Variational methods : Why i can't apply this theorem?

Question

Consider the following problem:

Find a weak solution for

$$u'' + u = \sin t ,\,\, 0 < t < \pi$$ $$u(0) = u(\pi)=0 $$

the corresponding functional for the problem is $\varphi(u) = \displaystyle\int_{0}^{\pi}\biggl( \frac{|u^{'}|^2}{2} - \frac{u^2}{2} + (sin \ t )u\biggr)dt,\;\; u \in H^{1}_{0}(0,\pi)$.

My book says that we can't aply the following theorem(to show the existence of weak solution):

theorem: Let $\varphi \in C^{1}(X,R)$ ($X$ is Banach) with:

i) Exist $c$ such that $c = \inf_X \varphi$

ii) $\varphi$ satisfies the property: For every sequence $u_n$ with $\varphi(u_n) \rightarrow c$ and $\varphi^{'}(u_n) \rightarrow 0$, then $c$ is a critical value of $\varphi$

Then exist $u_0 \in X$ such that $\varphi(u_0) = c = \inf_X \varphi.$

I believe that the first condition fails. I tried to check this without success. About the second condition of the theorem i dont know a sequence where this conditions fails..

Someone can give me a help to explain why i cant aply the theorem?

thanks in advance.

Answer 1

Your problem has no solution. It is easy to see by the Riesz–Fredholm theory (see Theorem 1.14, Part (ii), page 10, http://books.google.de/books/about/Nonlinear_Analysis_and_Semilinear_Ellipt.html?id=4O6tfmZtxQAC&redir_esc=y ), since $\lambda_1 = 1$ is the first eigenvalue and $v_1 = \sin t$ is the first eigenfunction, but $$ \int_0^\pi \sin t \sin t \ dx \neq 0. $$

Answer 2

The fact that the first condition does not hold is not the main reason why the theorem cannot be applied.
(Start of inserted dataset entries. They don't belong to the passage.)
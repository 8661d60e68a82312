import { randomUUID } from 'node:crypto'
import { afterAll, beforeAll, describe, expect, it } from 'vitest'
import { queue as queueSchema } from '@/lib/queue/contract'
import type * as Factories from '@/tests/factories/shell-room'
import { newClient, signIn, type Client } from '@/tests/setup/client'
import { seedMember, startServer, type TestServer } from '@/tests/setup/server'

const MINUTE = 60_000

let server: TestServer
let maud: Client
let wren: Client
let factories: typeof Factories
let foundry: Factories.TestFoundry
let sensorToken: { id: string; token: string }

beforeAll(async () => {
  server = await startServer()
  factories = await import('@/tests/factories/shell-room')
  const { issueSensorToken } = await import('@/lib/commands/issue-sensor-token')
  foundry = await factories.buildFoundry()
  const first = await seedMember('operator', { name: 'Maud', email: 'maud@kilnward.example' })
  const second = await seedMember('operator', { name: 'Wren', email: 'wren@kilnward.example' })
  maud = await signIn(server.baseUrl, first.email, first.password)
  wren = await signIn(server.baseUrl, second.email, second.password)
  sensorToken = await issueSensorToken({ sensorId: foundry.sensorId }, { member: null, clock: { now: () => Date.now() } })
})
afterAll(() => server.stop())

const dip = (treeId: string, overrides: Record<string, unknown> = {}) => ({
  operationId: randomUUID(),
  bathId: foundry.faceBathId,
  stucco: 'fine',
  way: 'dip',
  drainSeconds: 60,
  dippedAt: Date.now() - MINUTE,
  trees: [{ treeId, coatNumber: 1, placeId: foundry.placeId }],
  ...overrides,
})

describe('POST /api/v1/dips', () => {
  it('two tablets log one coat, fifty times over: one coat and one 409 each time', async () => {
    const { Coat } = await import('@/models')
    const recipeVersionId = await factories.buildRecipe(foundry)
    const statuses = new Set<string>()
    for (let round = 0; round < 50; round += 1) {
      const { id } = await factories.buildTree(foundry, { recipeVersionId })
      const answers = await Promise.all([maud.send('POST', '/api/v1/dips', dip(id)), wren.send('POST', '/api/v1/dips', dip(id))])
      statuses.add(
        answers
          .map((answer) => answer.status)
          .toSorted((a, b) => a - b)
          .join('+'),
      )
      expect(await Coat.count({ where: { treeId: id } })).toBe(1)
    }
    expect(statuses).toEqual(new Set(['201+409']))
  })

  it('names the other person and the moment in the 409, as a problem document', async () => {
    const { id, tag } = await factories.buildTree(foundry)
    await wren.send('POST', '/api/v1/dips', dip(id))
    const answer = await maud.send('POST', '/api/v1/dips', dip(id))
    expect(answer.headers.get('content-type')).toContain('application/problem+json')
    expect(await answer.json()).toMatchObject({
      type: 'urn:kilnward:problem:conflict',
      status: 409,
      trees: [{ treeId: id, tag, reason: 'coat already on', by: 'Wren', coatNumber: 1 }],
    })
  })

  it('gives the same answer to the same operation, and says when it was taken back since', async () => {
    const { id } = await factories.buildTree(foundry)
    const body = dip(id)
    const first = await maud.send('POST', '/api/v1/dips', body)
    const again = await maud.send('POST', '/api/v1/dips', body)
    expect([first.status, again.status]).toEqual([201, 200])
    const logged = (await first.json()) as { coats: { coatId: string }[] }
    expect(await again.json()).toEqual(logged)
    const coatIds = logged.coats.map((coat) => coat.coatId)
    const undone = await maud.send('POST', '/api/v1/dips/undo', { operationId: randomUUID(), coatIds })
    expect(undone.status).toBe(200)
    expect(await (await maud.send('POST', '/api/v1/dips', body)).json()).toMatchObject({ coats: [{ withdrawn: true }] })
  })

  it.each([
    ['an unknown tree', { trees: [{ treeId: randomUUID(), coatNumber: 1, placeId: randomUUID() }] }, 404],
    ['a time ahead of the clock', { dippedAt: Date.now() + 30 * MINUTE }, 422],
    ['a drain that nobody waits for', { drainSeconds: 9000 }, 422],
    ['a field that does not belong', { role: 'owner' }, 422],
  ])('refuses %s', async (_what, overrides, status) => {
    const { id } = await factories.buildTree(foundry)
    expect((await maud.send('POST', '/api/v1/dips', dip(id, overrides))).status).toBe(status)
  })
})

describe('GET /api/v1/queue', () => {
  it('keeps to its contract and answers 304 until something changes', async () => {
    const first = await maud.fetch('/api/v1/queue')
    const etag = first.headers.get('etag') ?? ''
    queueSchema.parse(await first.json())
    const { id } = await factories.buildTree(foundry)
    const asked = { headers: { 'if-none-match': etag } }
    // The minute is part of the tag; a turn of it between the two calls is not what is tested here.
    const fresh = await maud.fetch('/api/v1/queue')
    const current = { headers: { 'if-none-match': fresh.headers.get('etag') ?? '' } }
    expect([200, 304]).toContain((await maud.fetch('/api/v1/queue', current)).status)
    expect((await maud.fetch('/api/v1/queue', asked)).status).toBe(200)
    await maud.send('POST', '/api/v1/dips', dip(id))
    expect((await wren.fetch('/api/v1/queue', current)).status).toBe(200)
  })
})

describe('small writes of the tablet', () => {
  it('hold, touch, move, stir and read once, however often they are sent', async () => {
    const { BathStir, Evidence, Hold, Reading, TreePlace } = await import('@/models')
    const { id } = await factories.buildTree(foundry)
    const elsewhere = await factories.buildPlace({ sensorId: foundry.sensorId })
    await maud.send('POST', '/api/v1/dips', dip(id))
    const twice = async (path: string, body: Record<string, unknown>) => {
      const whole = { operationId: randomUUID(), ...body }
      const answers = [await maud.send('POST', path, whole), await maud.send('POST', path, whole)]
      expect(answers.map((answer) => answer.status < 300)).toEqual([true, true])
    }
    await twice(`/api/v1/trees/${id}/evidence`, { coatNumber: 1, kind: 'touch', spot: 'outside', verdict: 'dry' })
    await twice(`/api/v1/trees/${id}/place`, { placeId: elsewhere.id })
    await twice(`/api/v1/trees/${id}/holds`, { reason: 'Crack at the cup' })
    await twice(`/api/v1/baths/${foundry.backupBathId}/stirs`, {})
    await twice('/api/v1/readings/typed', { sensorId: foundry.sensorId, airTempC: 20.5, relHumidityPct: 55 })
    expect(await Evidence.count()).toBe(1)
    expect(await TreePlace.count({ where: { treeId: id } })).toBe(2)
    expect(await Hold.count({ where: { treeId: id } })).toBe(1)
    expect(await BathStir.count()).toBe(1)
    expect(await Reading.count({ where: { source: 'typed' } })).toBe(1)
  })

  it('says in words what a reading cannot be, beside its field', async () => {
    const body = { operationId: randomUUID(), sensorId: foundry.sensorId, airTempC: 212, relHumidityPct: 55 }
    const answer = await maud.send('POST', '/api/v1/readings/typed', body)
    expect(answer.status).toBe(422)
    expect(await answer.json()).toMatchObject({ fields: [{ path: 'airTempC', message: 'A shell room is not hotter than 60 °C.' }] })
  })
})

describe('POST /api/v1/readings', () => {
  const send = (readings: unknown[], token = sensorToken.token, rest: object = {}) =>
    newClient(server.baseUrl).fetch('/api/v1/readings', {
      method: 'POST',
      headers: { authorization: `Bearer ${token}`, 'content-type': 'application/json' },
      body: JSON.stringify({ readings, ...rest }),
    })

  type Notes = { index: number; reason: string }[]
  type Answer = { accepted: number; repeated: number; rejected: Notes; marked: Notes; clockOffsetSeconds: number | null }

  it('keeps every reading, marks what no room can be, and answers each row that is none; again, it changes nothing', async () => {
    const now = Date.now()
    const rows = [
      { measuredAt: now - 10 * MINUTE, airTempC: 21, relHumidityPct: 50 },
      { measuredAt: now - 5 * MINUTE, airTempC: 88, relHumidityPct: 50 },
      { measuredAt: new Date(now - 4 * MINUTE).toISOString(), airTempC: 21.2, relHumidityPct: 100.3 },
      { measuredAt: now + 10 * MINUTE, airTempC: 21, relHumidityPct: 50 },
      { measuredAt: now - 40 * 24 * 60 * MINUTE, airTempC: 21, relHumidityPct: 50 },
      { measuredAt: now, airTempC: '21', relHumidityPct: 50 },
      { measuredAt: now, airTempC: 21, relHumidityPct: 50, pressurePa: 1013 },
    ]
    const first = (await (await send(rows)).json()) as Answer
    expect(first).toMatchObject({ accepted: 3, repeated: 0 })
    expect(first.rejected.map(({ index }) => index)).toEqual([3, 4, 5, 6])
    expect(first.rejected[3]?.reason).toContain('101325, not 1013.25')
    expect(first.marked).toEqual([{ index: 1, reason: expect.stringContaining('No shell room is like this') }])
    expect(await (await send(rows)).json()).toMatchObject({ accepted: 0, repeated: 3, marked: first.marked })
  })

  it('says when the clock of the sender is off, by its own time or by a row that lies ahead, and keeps it with the sensor', async () => {
    const { Sensor } = await import('@/models')
    const row = { measuredAt: Date.now(), airTempC: 21, relHumidityPct: 50 }
    const offset = async (rows: unknown[], rest: object) =>
      ((await (await send(rows, sensorToken.token, rest)).json()) as Answer).clockOffsetSeconds
    expect(await offset([row], { sentAt: Date.now() + 7 * MINUTE, batteryPct: 12 })).toBeCloseTo(420, -1)
    expect(await Sensor.findByPk(foundry.sensorId, { raw: true })).toMatchObject({
      batteryPct: 12,
      clockOffsetSeconds: expect.closeTo(420, -1),
    })
    expect(await offset([{ ...row, measuredAt: Date.now() + 60 * MINUTE }], {})).toBeCloseTo(3600, -1)
    expect(await offset([row], {})).toBeNull()
    expect((await Sensor.findByPk(foundry.sensorId))?.clockOffsetSeconds).toBeNull()
    expect((await send([row], sensorToken.token, { batteryPct: 101 })).status).toBe(422)
  })

  it('gives the same hours and doses for the same rows in one batch, and in odd batches, twice and in a random order', async () => {
    const { DoseHour, Sensor, SetAsideReading } = await import('@/models')
    const { issueSensorToken } = await import('@/lib/commands/issue-sensor-token')
    const from = Math.floor(Date.now() / MINUTE) * MINUTE - 20 * 60 * MINUTE
    // Ten hours of weather with spikes, then seven hours in which nothing moves, then weather again.
    const rows = Array.from({ length: 240 }, (_, index) => {
      const isStuck = index >= 120 && index < 206
      const air = isStuck ? { airTempC: 20, relHumidityPct: 60 } : { airTempC: 18 + (index % 7) / 2, relHumidityPct: 45 + (index % 11) }
      return { measuredAt: from + index * 5 * MINUTE, ...air, ...(!isStuck && index % 41 === 20 && { relHumidityPct: 99 }) }
    })
    const sendTo = async (batches: (typeof rows)[]) => {
      const { id } = await Sensor.create({ name: `Loft ${batches.length}`, kind: 'logger', createdAt: from })
      const { token } = await issueSensorToken({ sensorId: id }, { member: null, clock: { now: () => Date.now() } })
      for (const batch of batches) expect((await send(batch, token)).status).toBe(200)
      const where = { where: { sensorId: id }, raw: true } as const
      const hours = await DoseHour.findAll({ ...where, attributes: { exclude: ['sensorId'] }, order: ['hourStart'] })
      const marks = (await SetAsideReading.findAll({ ...where, order: ['measuredAt'] })).map(({ measuredAt, reason }) => ({
        measuredAt,
        reason,
      }))
      return { hours, marks }
    }
    const shuffled = rows
      .map((row, index) => ({ row, key: (index * 7919) % 240 }))
      .toSorted((a, b) => a.key - b.key)
      .map(({ row }) => row)
    const odd = [0, 1, 8, 39, 100, 163].map((first, index, firsts) => shuffled.slice(first, firsts[index + 1] ?? 240))
    const [whole, pieces] = [await sendTo([rows]), await sendTo([...odd, ...odd.toReversed()])]
    expect(new Set(whole.marks.map(({ reason }) => reason))).toEqual(new Set(['jump', 'flat']))
    expect(pieces.marks).toEqual(whole.marks)
    const rounded = (hours: object[]): unknown =>
      JSON.parse(JSON.stringify(hours, (_key, value: unknown) => (typeof value === 'number' ? Number(value.toPrecision(12)) : value)))
    expect(rounded(pieces.hours)).toEqual(rounded(whole.hours))
  })

  it('is closed to a wrong token and to a revoked one', async () => {
    const { revokeSensorToken } = await import('@/lib/commands/revoke-sensor-token')
    const { issueSensorToken } = await import('@/lib/commands/issue-sensor-token')
    const clock = { now: () => Date.now() }
    const other = await issueSensorToken({ sensorId: foundry.sensorId }, { member: null, clock })
    const row = { measuredAt: Date.now(), airTempC: 21, relHumidityPct: 50 }
    expect((await send([row], other.token)).status).toBe(200)
    await revokeSensorToken({ tokenId: other.id }, { member: null, clock })
    expect((await send([row], other.token)).status).toBe(401)
    expect((await send([row], `${sensorToken.token}x`)).status).toBe(401)
  })

  it('takes at most 10,000 rows and 2 MiB', async () => {
    const row = { measuredAt: Date.now(), airTempC: 21, relHumidityPct: 50 }
    expect((await send(Array.from({ length: 10_001 }, () => row))).status).toBe(422)
    expect((await send([{ ...row, note: 'x'.repeat(3_000_000) }])).status).toBe(413)
  })
})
It can never be applied, because it is basically wrong. Indeed, take $X=\mathbb{R}$ and consider a functional $\varphi\,\colon \mathbb{R}\to\mathbb{R}\,$ of the form $\,\varphi(x)=e^x$.  It is clear that $\,\inf\limits_{x\in\mathbb{R}}{e^x}=0$, so we have $c=0$,  while for any sequence $\,x_n\to -\infty\,$ we have $\,\varphi(x_n)\to c\,$ and $\,\varphi'(x_n)\to 0$.   Still, there is no $\,x_0\in\mathbb{R}\,$ such that $\,\varphi(x_0)=c=\inf\limits_{x\in\mathbb{R}}{e^x}$.  In fact, possessing no zero, even on the complex plane, is the most important feature enjoyed by the exponent as an entire function.